Every time I crossed back from East Germany into West Germany after spending
time in Poland I had my car pretty much taken apart at the border (the head of
the 'corridor', at a place called Helmstedt, if you drive by there today you
can still see the watchtowers and the old border to the right of the highway)
to make sure I wasn't hiding anybody in the strange bodywork of the car (a
Citroen model DS which has a lot of weird curves and spaces).

Very frustrating because the border guards would be very diligent about
ripping everything up but they would definitely not help putting things back
together again.

One day I had my engine overheating on the Eastern side at the border and was
greeted by rounds of tracer behind the car when I tried to back out of the
cage that the car was in in search of water.

Another time I got arrested at 'Checkpoint Charlie' by one Oberwachtmeister
Krause because I wasn't supposed to be there (on the Eastern side). He was
entirely correct that I shouldn't be there, the reason was that I'd helped a
bunch of people that were stuck in their car (a Trabant, a small two stroke
car with an extremely small engine that was prone to stop working for no
particular reason) by the side of the road (East Germans were allowed the use
of the corridor as well, but visitors and West Germans could not leave that
road except with special permission) and I couldn't find my way back to the
corridor. I had followed the signs back saying 'Berlin' but did not realize
soon enough that this would not work. After many hours waiting and interviews
and threats we were finally allowed to leave again.

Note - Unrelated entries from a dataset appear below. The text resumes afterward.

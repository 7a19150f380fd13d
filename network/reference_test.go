package network

import (
	"math"
	"testing"
)

// polluRHS is the POLLU right-hand side as published in the Test Set for
// IVP Solvers (Mazzia & Magherini, Univ. Bari, release 2.4; originally
// Verwer 1994), subroutine feval, written out by hand.
func polluRHS(y []float64) []float64 {
	k := [26]float64{0, .35, .266e2, .123e5, .86e-3, .82e-3, .15e5, .13e-3, .24e5, .165e5, .9e4, .22e-1,
		.12e5, .188e1, .163e5, .48e7, .35e-3, .175e-1, .1e9, .444e12, .124e4, .21e1, .578e1, .474e-1, .178e4, .312e1}
	Y := func(i int) float64 { return y[i-1] }
	r1 := k[1] * Y(1)
	r2 := k[2] * Y(2) * Y(4)
	r3 := k[3] * Y(5) * Y(2)
	r4 := k[4] * Y(7)
	r5 := k[5] * Y(7)
	r6 := k[6] * Y(7) * Y(6)
	r7 := k[7] * Y(9)
	r8 := k[8] * Y(9) * Y(6)
	r9 := k[9] * Y(11) * Y(2)
	r10 := k[10] * Y(11) * Y(1)
	r11 := k[11] * Y(13)
	r12 := k[12] * Y(10) * Y(2)
	r13 := k[13] * Y(14)
	r14 := k[14] * Y(1) * Y(6)
	r15 := k[15] * Y(3)
	r16 := k[16] * Y(4)
	r17 := k[17] * Y(4)
	r18 := k[18] * Y(16)
	r19 := k[19] * Y(16)
	r20 := k[20] * Y(17) * Y(6)
	r21 := k[21] * Y(19)
	r22 := k[22] * Y(19)
	r23 := k[23] * Y(1) * Y(4)
	r24 := k[24] * Y(19) * Y(1)
	r25 := k[25] * Y(20)
	return []float64{
		-r1 - r10 - r14 - r23 - r24 + r2 + r3 + r9 + r11 + r12 + r22 + r25,
		-r2 - r3 - r9 - r12 + r1 + r21,
		-r15 + r1 + r17 + r19 + r22,
		-r2 - r16 - r17 - r23 + r15,
		-r3 + r4 + r4 + r6 + r7 + r13 + r20,
		-r6 - r8 - r14 - r20 + r3 + r18 + r18,
		-r4 - r5 - r6 + r13,
		r4 + r5 + r6 + r7,
		-r7 - r8,
		-r12 + r7 + r9,
		-r9 - r10 + r8 + r11,
		r9,
		-r11 + r10,
		-r13 + r12,
		r14,
		-r18 - r19 + r16,
		-r20,
		r20,
		-r21 - r22 - r24 + r23 + r25,
		-r25 + r24,
	}
}

// hiresRHS is the HIRES right-hand side (Hairer & Wanner, Solving ODEs II,
// 1996; Test Set for IVP Solvers, release 2.4), written out by hand.
func hiresRHS(y []float64) []float64 {
	f := make([]float64, 8)
	f[0] = -1.71*y[0] + 0.43*y[1] + 8.32*y[2] + 0.0007
	f[1] = 1.71*y[0] - 8.75*y[1]
	f[2] = -10.03*y[2] + 0.43*y[3] + 0.035*y[4]
	f[3] = 8.32*y[1] + 1.71*y[2] - 1.12*y[3]
	f[4] = -1.745*y[4] + 0.43*y[5] + 0.43*y[6]
	f[5] = -280*y[5]*y[7] + 0.69*y[3] + 1.71*y[4] - 0.43*y[5] + 0.69*y[6]
	f[6] = 280*y[5]*y[7] - 1.81*y[6]
	f[7] = -f[6]
	return f
}

// compareRHS checks sys against want at y. The tolerance is relative to
// the largest reaction term, since sums of large rates cancel.
func compareRHS(t *testing.T, label string, s *System, y []float64, want []float64, scale, tol float64) {
	t.Helper()
	got := make([]float64, s.Dim())
	s.RHS(0, y, got)
	for i := range want {
		if d := math.Abs(got[i] - want[i]); d > tol*math.Max(math.Abs(want[i]), scale) {
			t.Errorf("%s: f[%d] = %.17g, published equations give %.17g", label, i+1, got[i], want[i])
		}
	}
}

func TestPOLLU(t *testing.T) {
	m, err := Load("testdata/pollu.json")
	if err != nil {
		t.Fatal(err)
	}
	s := mustCompile(t, m)
	if s.Dim() != 20 {
		t.Fatalf("POLLU has %d species, want 20", s.Dim())
	}
	y0 := s.Initial()
	// Published initial state (Test Set): y2 = 0.2, y4 = 0.04, y7 = 0.1,
	// y8 = 0.3, y9 = 0.01, y17 = 0.007.
	want0 := []float64{0, 0.2, 0, 0.04, 0, 0, 0.1, 0.3, 0.01, 0, 0, 0, 0, 0, 0, 0, 0.007, 0, 0, 0}
	for i := range want0 {
		if y0[i] != want0[i] {
			t.Errorf("y%d(0) = %g, want %g", i+1, y0[i], want0[i])
		}
	}
	compareRHS(t, "POLLU at y0", s, y0, polluRHS(y0), 0, 1e-12)
	y := make([]float64, 20)
	for i := range y {
		y[i] = 0.1 * float64(i+1)
	}
	// At this state rates up to 4.44e11·1.6 cancel in f3, so compare
	// against the size of the largest term.
	compareRHS(t, "POLLU at y_i = 0.1·i", s, y, polluRHS(y), 1e-3, 1e-12)
	rng := newRng()
	for k := 0; k < 5; k++ {
		checkJacobianFD(t, "POLLU", s, randomState(rng, s))
	}
}

func TestHIRES(t *testing.T) {
	m, err := Load("testdata/hires.json")
	if err != nil {
		t.Fatal(err)
	}
	s := mustCompile(t, m)
	y0 := s.Initial()
	// Published initial state: y1 = 1, y8 = 0.0057.
	if y0[0] != 1 || y0[7] != 0.0057 {
		t.Errorf("initial state %v, want y1 = 1, y8 = 0.0057", y0)
	}
	compareRHS(t, "HIRES at y0", s, y0, hiresRHS(y0), 0, 1e-12)
	y := []float64{0.3, 1.1, 0.02, 0.7, 2.5, 0.004, 0.9, 0.006}
	compareRHS(t, "HIRES at a mixed state", s, y, hiresRHS(y), 0, 1e-12)
}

The Americans were quite
surprised that a car with Dutch license plates approached from the East German
side of the most guarded border in Europe, probably a first for them.

No fond memories of the officials in 'The East', I hope their children and
grandchildren will remind them periodically that they were part of the
problem.

Many of them went on to positions in the current German police force and
military, not without resistance of their former West German colleagues who
saw them (rightly) responsible for the many deaths on the East German side.

Fortunately these families made it, many did not and it is good to remember
that this was only a very few short years ago. Especially worth remembering
given that if the East German authorities had had access to the kind of
information that current governments have access to that these families likely
would _not_ have made it out at all and/or would have been killed in the
attempt.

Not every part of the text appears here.